Abstract
To understand within-person psychological processes, one may fit VAR(1) models (or continuous-time variants thereof) to multivariate time series and display the VAR(1) coefficients as a network. This approach has two major problems. First, the contemporaneous correlations between the variables will frequently be substantial, yielding multicollinearity issues. In addition, the shared effects of the variables are not included in the network. Consequently, VAR(1) networks can be hard to interpret. Second, crossvalidation results show that the highly parametrized VAR(1) model is prone to overfitting. In this article, we compare the pros and cons of two potential solutions to both problems. The first is to impose a lasso penalty on the VAR(1) coefficients, setting some of them to zero. The second, which has not yet been pursued in psychological network analysis, uses principal component VAR(1) (termed PC-VAR(1)). In this approach, the variables are first reduced to a few principal components, which are rotated toward simple structure; then VAR(1) analysis (or a continuous-time analog) is applied to the rotated components. Reanalyzing the data of a single participant of the COGITO study, we show that PC-VAR(1) has the better predictive performance and that networks based on PC-VAR(1) clearly represent both the lagged and the contemporaneous variable relations.
Notes
1 In Bulteel, Tuerlinckx, Brose and Ceulemans (Citation2016b), we propose the use of relative importance metrics as a solution to include shared effects. As it does not resolve the other problems identified here, we do not consider this approach in this article.
2 Similar graphs are drawn to visualize structural equation models although they are based on other conventions. In particular, manifest variables are displayed as squares, and latent variables as circles. Covariances and residuals are drawn as double-headed arrows and directed relations as single-headed arrows.
3 Similar graphs are drawn to visualize structural equation models although based on other conventions. In particular, manifest variables are displayed as squares, and latent variables as circles. Covariances and residuals are drawn as double-headed arrows, and directed relations as single-headed arrows.

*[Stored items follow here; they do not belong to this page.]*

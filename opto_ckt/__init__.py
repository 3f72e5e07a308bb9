"""Opto-ckt sizes the driver and receiver circuits of optical links and optical sensors."""

__version__ = "0.1.0"
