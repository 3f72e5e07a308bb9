"""What circuits and blocks are: structure, sizing, bias, figures and faults, each a plain function of a request."""

from __future__ import annotations

from collections.abc import Callable, Iterator, Mapping
from dataclasses import dataclass, field, replace
from functools import reduce
from operator import or_
from typing import TYPE_CHECKING, Any

import numpy as np

from opto_ckt.derivation import Derivation
from opto_ckt.limits import Evaluate, Figures, Lanes, Limit, Limits, Requirement, Values
from opto_ckt.preferred import Series
from opto_ckt.topology import Topology

if TYPE_CHECKING:
    from opto_ckt.analyses.network.evaluation import Evaluation


@dataclass(frozen=True)
class Fitted:
    """The exact value that one part ought to have, and the window that its preferred value must lie in."""

    ref: str
    exact: float
    series: Series
    low: float = 0.0
    high: float = np.inf
    omittable: bool = False  #: may be left out (value zero) where nothing, or strays alone, do the work
    fixed: bool = False  #: the engineer insists on ``exact``
    twin: str = ""  #: designator of the part whose value it shares, since the two have to match


class OnDemand(Mapping[str, Lanes]):
    """Figures that are properties of an object, each computed when it is looked up."""

    def __init__(self, owner: object, names: tuple[str, ...]) -> None:
        self._owner, self._names = owner, names

    def __getitem__(self, name: str) -> Lanes:
        if name not in self._names:
            raise KeyError(name)
        return np.atleast_1d(getattr(self._owner, name))

    def __iter__(self) -> Iterator[str]:
        return iter(self._names)

    def __len__(self) -> int:
        return len(self._names)


@dataclass(frozen=True)
class Bench:
    """What a circuit is sized on: every limit but those of its fitted parts, and its figures at nominal."""

    limits: Limits
    evaluate: Evaluate  #: figures at nominal for any values of the fitted parts, one or many lanes

    def nominal(self, name: str) -> float:
        """Nominal value of one limit."""
        return float(self.limits[name].at("nominal", 0.0))

    def low(self, name: str) -> float:
        """Least value of one limit."""
        return float(self.limits[name].at("low", 0.0))

    def high(self, name: str) -> float:
        """Greatest value of one limit."""
        return float(self.limits[name].at("high", 0.0))


@dataclass(frozen=True)
class Stress:
    """Worst-case load on one part."""

    ref: str
    power: Lanes | float = 0.0  #: [W]
    voltage: Lanes | float = 0.0  #: [V]
    current: Lanes | float = 0.0  #: [A]


@dataclass(frozen=True)
class Heat:
    """Dissipation of one part and how warm it gets."""

    ref: str
    power: Lanes | float  #: [W]
    temperature: Lanes | float  #: of junction or film [K]
    limit: float  #: [K]


@dataclass(frozen=True)
class Fault:
    """One thing that goes wrong, as overrides of values."""

    case: str
    overrides: Values
    restrict: Mapping[str, float] = field(default_factory=dict)  #: values held whatever the corner


@dataclass(frozen=True)
class Refusal:
    """Something a design file asks for that the circuit does not do."""

    path: tuple[str, ...]  #: of the key
    message: str


@dataclass(frozen=True)
class FaultOutcome:
    """What a fault does, lane by lane."""

    result: str  #: one sentence with the worst figures reached and what limits them
    ok: bool  #: no part beyond its limit
    light: Lanes | float = 0.0  #: that the source gives, at the plane of its sheet [W]


@dataclass(frozen=True)
class Circuit:
    """One circuit of the registry.

    A request is a design file read and checked against ``request``; every function below takes one.
    """

    name: str
    title: str
    request: type[Any]
    topology: Callable[[Any], Topology]
    offers: tuple[str, ...]  #: names of the figures it promises
    given: Callable[[Any], dict[str, Limit]]  #: what no data sheet gives: strays, loads; may refine a sheet's limits
    propose: Callable[[Any, Derivation, Bench], tuple[Fitted, ...]]
    bias: Callable[[Values, Any], dict[str, float | Lanes]]
    figures: Callable[[Values, Evaluation, Any], Figures]
    implied: Callable[[Any], tuple[Requirement, ...]]  #: must hold even where nobody asks: no part beyond its limit
    stresses: Callable[[Values, Any], tuple[Stress, ...]]
    heat: Callable[[Values, Any], tuple[Heat, ...]]
    faults: Callable[[Any], tuple[Fault, ...]]
    outcome: Callable[[Fault, Values, Any], FaultOutcome]
    levers: tuple[str, ...]  #: limits and parts that an engineer would move to meet a missed bound
    remarks: Callable[[Values, Limits, Any], tuple[str, ...]]  #: cautions and advice that depend on the values
    noise_frequency: Callable[[Any], float]  #: where densities are stated [Hz]
    noise_band: Callable[[Any], tuple[float, float]]  #: over which noise is summed [Hz]
    not_checked: tuple[str, ...]
    formulas: tuple[Callable[..., Any], ...]  #: sizing relations, for the page of formulas
    starter: str  #: values of a design file to start from, as TOML
    refused: Callable[[Any], tuple[Refusal, ...]] = lambda request: ()  #: what it was asked for and does not do
    input_capacitance: Callable[[Any, Bench], Mapping[str, float]] | None = None  #: itemised, of a summing node [F]
    eye_safety: Callable[[Values, Any, float], tuple[str, ...]] = lambda values, request, fault: ()
    """Advice on the light of a source, given the greatest that a fault leads to [W]."""
    settled: Callable[[Any, Callable[[Any], Figures]], Any] = lambda request, figures: request
    """The request with what it leaves to be found by trial, given the nominal figures of any request sized."""


@dataclass(frozen=True)
class Block:
    """Something fitted to a circuit that asks for it: its own parts between nodes ``in`` and ``out``, and their sizing.

    It knows no circuit, only the request; the circuit's topology has a slot or a tap of its name.
    """

    name: str  #: of its table under [blocks]
    topology: Callable[[Any], Topology]
    propose: Callable[[Any, Derivation, Bench, Values], tuple[Fitted, ...]]  #: the last: exact values of all else
    given: Callable[[Any], dict[str, Limit]] = lambda request: {}
    bias: Callable[[Values, Any], dict[str, float | Lanes]] = lambda values, request: {}  #: what it adds to the values
    implied: Callable[[Any], tuple[Requirement, ...]] = lambda request: ()
    stresses: Callable[[Values, Any], tuple[Stress, ...]] = lambda values, request: ()
    heat: Callable[[Values, Any], tuple[Heat, ...]] = lambda values, request: ()
    remarks: Callable[[Values, Limits, Any], tuple[str, ...]] = lambda values, limits, request: ()
    refused: Callable[[Any], tuple[Refusal, ...]] = lambda request: ()
    formulas: tuple[Callable[..., Any], ...] = ()


def with_blocks(circuit: Circuit, blocks: Mapping[str, Block]) -> Circuit:
    """The circuit with blocks in their places; only its `propose` stays that of the circuit without them."""
    if not blocks:
        return circuit
    fitted = tuple(blocks.values())
    everything: tuple[Circuit | Block, ...] = (circuit, *fitted)

    def bias(values: Values, request: Any) -> dict[str, float | Lanes]:
        found = circuit.bias(values, request)
        for block in fitted:
            found = {**found, **block.bias(found, request)}
        return found

    return replace(
        circuit,
        topology=lambda request: circuit.topology(request).with_blocks(
            {block.name: block.topology(request) for block in fitted}
        ),
        given=lambda request: reduce(or_, (each.given(request) for each in everything)),
        bias=bias,
        implied=lambda request: sum((each.implied(request) for each in everything), ()),
        stresses=lambda values, request: sum((each.stresses(values, request) for each in everything), ()),
        heat=lambda values, request: sum((each.heat(values, request) for each in everything), ()),
        remarks=lambda values, limits, request: sum((each.remarks(values, limits, request) for each in everything), ()),
        refused=lambda request: sum((each.refused(request) for each in everything), ()),
        formulas=tuple(dict.fromkeys(formula for each in everything for formula in each.formulas)),
    )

4 A lag length selection analysis (Brandt & Williams, Citation2007) was performed by means of the Bayesian information criterion (BIC; Schwarz, Citation1978). The information criterion was computed using the R package vars (Pfaff, Citation2008). For a VAR model of order 1, the BIC value was minimized (i.e., the values for a number of lags ranging up to 3 are –2.45, 6.03, and 12.08, respectively). The conclusions are the same after standardizing the data.
5 We also applied EPFA to the three presented data sets. Results can be requested from the first author.